(Saved entries)

[Start of section]

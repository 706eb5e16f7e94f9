"""Every code of the catalogue that is no matter of reading a file is found in a record made for it, with its place."""

from __future__ import annotations

from collections.abc import Callable
from dataclasses import replace
from datetime import date, datetime, timedelta
from pathlib import Path
from typing import Any

import pytest

import reporter
from reporter.outcome import Outcome
from reporter.problems import Grade, Problem, catalogue
from reporter.record import Given, Location, Record
from tests.record_factory import (
    HERE,
    added,
    assess,
    assessed,
    at,
    calibration,
    calibrations,
    channel,
    codes,
    cylinders,
    event,
    fuel,
    identity,
    in_run,
    limit,
    number,
    readings,
    recalibrated,
    record,
    rerun,
    runs,
    without_calibrations,
)

AT_3 = {"reference_oxygen": number(3.0, "%"), "oxygen_constant": number(20.9, "%")}
FLOW = {"stack_flow": number(600_000.0, "ft3/h"), "flow_basis": "dry standard"}


def _values(**changed: Any) -> Any:
    return readings({"NOx": 40.0, "CO": 10.0, "O2": 5.0, "CO2": 9.0} | changed)


def _expired() -> Outcome:
    bottles = tuple(
        replace(c, expires=Given(date(2025, 3, 1), HERE)) if c.cylinder.value == "NOx-mid" else c for c in cylinders()
    )
    return assessed(cylinders=bottles)


def _typed() -> Outcome:
    rows = tuple(
        replace(row, certified_value=number(49.0)) if row.time.value == at("07:01") else row for row in calibrations()
    )
    return assessed(calibrations=rows)


def _late() -> Outcome:
    made = without_calibrations(record(), "NOx", "10:40", "10:42")
    return assess(
        added(
            made,
            calibration("13:00", "NOx", "system", "zero", 0.0),
            calibration("13:02", "NOx", "system", "mid", 50.0),
        )
    )


def _check_moved(clock: str, *gone: str) -> Outcome:
    rows = (calibration(clock, "NOx", "system", level, 50.0 * (level == "mid")) for level in ("zero", "mid"))
    return assess(added(without_calibrations(record(), "NOx", *gone), *rows))


def _alone(*names: str) -> Outcome:
    values = {"NOx": 40.0, "CO": 10.0, "O2": 5.0, "CO2": 9.0}
    return assessed(
        channels=tuple(channel(name) for name in names), readings=readings({name: values[name] for name in names})
    )


def _zero_gas(time: datetime) -> float:
    return 0.0 if at("08:13") < time <= at("08:15") else 40.0


def _logged_day(behind: int) -> Record:
    """Each gas stands in the log up to so many minutes before it is entered."""
    made = record()
    gases = {(row.time.value, row.channel.value): row.reading.value for row in made.calibrations}

    def logged(name: str, usual: float) -> Callable[[datetime], float]:
        def value(time: datetime) -> float:
            entered = [(time + timedelta(minutes=behind + ahead), name) for ahead in (0, 1)]
            return next((gases[one] for one in entered if one in gases), usual)

        return value

    usual = {"NOx": 41.0, "CO": 11.0, "O2": 5.5, "CO2": 8.0}
    rows = readings({name: logged(name, number) for name, number in usual.items()}, start="06:40", marked=False)
    return replace(made, readings=rows)


MADE: dict[str, Callable[[], Outcome]] = {
    "calibration-missing": lambda: assess(without_calibrations(record(), "NOx", "10:40", "10:42")),
    "calibration-late": lambda: _check_moved("08:05", "07:50", "07:52"),
    "closing-check-misplaced": lambda: _check_moved("10:25", "10:40", "10:42"),
    "span-missing": lambda: assess(without_calibrations(record(), "NOx", "07:02")),
    "certificate-missing": lambda: assessed(cylinders=tuple(c for c in cylinders() if c.cylinder.value != "NOx-mid")),
    "cylinder-expired": _expired,
    "certificate-differs": _typed,
    "over-range-in-run": lambda: assessed(readings=_values(NOx=lambda t: "OVER" if t == at("08:05") else 40.0)),
    "undecided-not-detected": lambda: assessed(readings=_values(CO=lambda t: "ND" if t == at("08:05") else 3.0)),
    "oxygen-at-or-above-air": lambda: assessed(readings=_values(O2=20.95), limits=(limit(**AT_3),)),
    "moisture-missing": lambda: assessed(
        channels=tuple(channel(name, wet=name == "NOx") for name in ("NOx", "CO", "O2", "CO2"))
    ),
    "too-few-valid-runs": lambda: assess(rerun(record(limits=(limit(),)), "3", excluded_because="trip")),
    "run-invalid": lambda: assess(recalibrated(record(), "08:42", "NOx", 60.0)),
    "adjustment-before-check": lambda: assessed(events=(event("08:35", "NOx analyzer adjusted"),)),
    "basis-missing": lambda: assessed(limits=(limit(moisture_basis=None),)),
    "flow-missing": lambda: assessed(limits=(limit(unit="lb/h", mass_rate_route="flow"),)),
    "heat-input-missing": lambda: assessed(fuels=(fuel(),), limits=(limit(unit="lb/h", mass_rate_route="heat input"),)),
    "fuel-missing": lambda: assessed(limits=(limit(unit="lb/MMBtu"),)),
    "factor-missing": lambda: assessed(fuels=(fuel("mill gas"),), limits=(limit(unit="lb/MMBtu"),)),
    "diluent-missing": lambda: _alone("NOx", "CO"),
    "pollutant-missing": lambda: _alone("O2", "CO2"),
    "run-mean-above-span": lambda: assessed(readings=_values(NOx=101.0)),
    "no-citation": lambda: assessed(limits=(limit(citation=None),)),
    "limit-not-in-force": lambda: assessed(limits=(limit(in_force_until=date(2024, 1, 1)),)),
    "rounding-rule-unknown": lambda: assessed(limits=(limit(rounding="as usual"),)),
    "no-criteria-held": lambda: assessed(
        channels=(channel("NOx", method="EN 14792"), *(channel(name) for name in ("CO", "O2", "CO2")))
    ),
    "clock-differs": lambda: assess(_logged_day(behind=9)),
    "calibration-not-logged": lambda: assess(added(record(), calibration("08:50", "NOx", "system", "zero", 0.0))),
    "calibration-gas-in-run": lambda: assess(
        added(record(readings=_values(NOx=_zero_gas)), calibration("08:15", "NOx", "system", "zero", 0.0))
    ),
    "synthetic-test": lambda: assessed(test=identity(synthetic="yes, a rehearsal")),
    "span-differs": lambda: assessed(
        channels=(channel("NOx", calibration_span=number(90.0)), *(channel(name) for name in ("CO", "O2", "CO2")))
    ),
    "impossible-balance": lambda: assessed(readings=_values(O2=21.6, CO2=2.0), fuels=(fuel(),)),
    "coverage-low": lambda: assessed(readings=_values(NOx=lambda t: "" if t == at("08:05") else 40.0)),
    "oxygen-reading-implausible": lambda: assessed(readings=_values(O2=lambda t: 21.3 if t == at("08:05") else 5.0)),
    "moisture-below-combustion": lambda: assessed(fuels=(fuel(),), runs=runs(moisture=number(5.0, "%"))),
    "moisture-above-combustion": lambda: assessed(fuels=(fuel(),), runs=runs(moisture=number(25.0, "%"))),
    "co2-against-fuel": lambda: assessed(readings=_values(CO2=10.2), fuels=(fuel(),)),
    "converter-missing": assessed,
    "response-time-missing": lambda: assessed(
        channels=(channel("NOx", response_time_up=None), *(channel(name) for name in ("CO", "O2", "CO2")))
    ),
    "effective-date-missing": lambda: assessed(limits=(limit(in_force_from=None),)),
    "routes-disagree": lambda: assessed(
        fuels=(fuel(),), runs=runs(**FLOW, heat_input=number(20.0, "MMBtu/h")), limits=(limit(unit="lb/h"),)
    ),
    "sequence-late": _late,
    "standard-conditions-assumed": lambda: assessed(runs=runs(**FLOW)),
    "near-oxygen-constant": lambda: assessed(readings=_values(O2=19.5, CO2=0.8), limits=(limit(**AT_3),)),
    "order-of-averaging": lambda: assessed(
        readings=_values(O2=in_run((3.0, 5.0, 12.0)), CO2=in_run((10.2, 9.0, 5.0))), limits=(limit(**AT_3),)
    ),
    "barometer-at-sea-level": lambda: assessed(
        location=Location(elevation=number(5280.0, "ft")), runs=runs(barometric_pressure=number(29.95, "inHg"))
    ),
    "fuel-factor-out-of-range": lambda: assessed(readings=_values(CO2=12.0), fuels=(fuel(),)),
}


def _of_assessment() -> list[str]:
    """The codes of the catalogue from the first of the assessment on: it is ordered so."""
    names = list(catalogue())
    return names[names.index("calibration-missing") :]


def test_every_code_of_the_assessment_has_a_record() -> None:
    assert set(_of_assessment()) == set(MADE)


@pytest.mark.parametrize("code", MADE)
def test_the_code_is_found_and_complete(code: str) -> None:
    outcome = MADE[code]()
    found = [problem for problem in outcome.problems if problem.code == code]
    assert found
    clean = assessed(test=identity()) if code != "converter-missing" else None
    if clean is not None:
        assert code not in codes(clean)
    for problem in found:
        _complete(problem)
    if catalogue()[code].grade is Grade.BLOCKS:
        assert outcome.worst is Grade.BLOCKS


def _complete(problem: Problem) -> None:
    assert problem.found
    assert problem.expected
    assert problem.remedy
    assert problem.place.sheet or problem.place.file
    text = problem.text()
    assert "None" not in text
    assert "nan" not in text.lower().split()


def test_every_code_of_the_catalogue_is_raised_somewhere() -> None:
    sources = "\n".join(path.read_text(encoding="utf-8") for path in Path(reporter.__file__).parent.rglob("*.py"))
    assert [code for code in catalogue() if f'"{code}"' not in sources] == []


FORBIDDEN = ("pass", "passed", "fail", "failed", "compliant", "compliance", "violation", "verdict")


@pytest.mark.parametrize("code", MADE)
def test_no_forbidden_word_reaches_the_reader(code: str) -> None:
    outcome = MADE[code]()
    texts = [problem.text() for problem in outcome.problems]
    texts += [*outcome.stated, *(check.title for check in outcome.checks), *(c.reason for c in outcome.comparisons)]
    texts += [check.consequence for check in outcome.checks]
    for words in texts:
        assert not set(FORBIDDEN) & {word.strip(".,;:()").lower() for word in words.split()}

[End of section]

What needs to be done
Return exactly the lines from the beginning of the data above through the one containing "from dataclasses import replace", please. Include both end lines and add nothing else.

Output below
repository 706eb5e16f7e94f9
"""Every code of the catalogue that is no matter of reading a file is found in a record made for it, with its place."""

from __future__ import annotations

from collections.abc import Callable
from dataclasses import replace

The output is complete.